How many lines in the data below have the string "await"? Reply with the number alone.

:: Data ::

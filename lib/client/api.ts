/** Browser-side JSON fetch against Vicinal's REST routes; errors carry the server's message and field errors. */
export class ApiError extends Error {
  constructor(
    message: string,
    readonly status: number,
    readonly code: string,
    readonly fields: Array<{ path: string; message: string }> = [],
    readonly details?: unknown,
  ) {
    super(message);
  }
  fieldError(path: string) {
    return this.fields.find((f) => f.path === path)?.message;
  }
}

export async function apiFetch<T = unknown>(url: string, init: { method?: string; body?: unknown; headers?: Record<string, string> } = {}): Promise<T> {
  const res = await fetch(url, {
    method: init.method ?? (init.body !== undefined ? "POST" : "GET"),
    headers: { ...(init.body !== undefined ? { "content-type": "application/json" } : {}), ...init.headers },
    body: init.body !== undefined ? JSON.stringify(init.body) : undefined,
    credentials: "same-origin",
  });
  if (res.status === 204) return undefined as T;
  const text = await res.text();
  let data: any = null;
  try {
    data = text ? JSON.parse(text) : null;
  } catch {
    data = null;
  }
  if (!res.ok) {
    const e = data?.error;
    throw new ApiError(e?.message ?? `Request failed (${res.status})`, res.status, e?.code ?? "unknown", e?.fields ?? [], e?.details);
  }
  return data as T;
}

export const fetcher = <T,>(url: string) => apiFetch<T>(url);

:::

▶ Completed task
2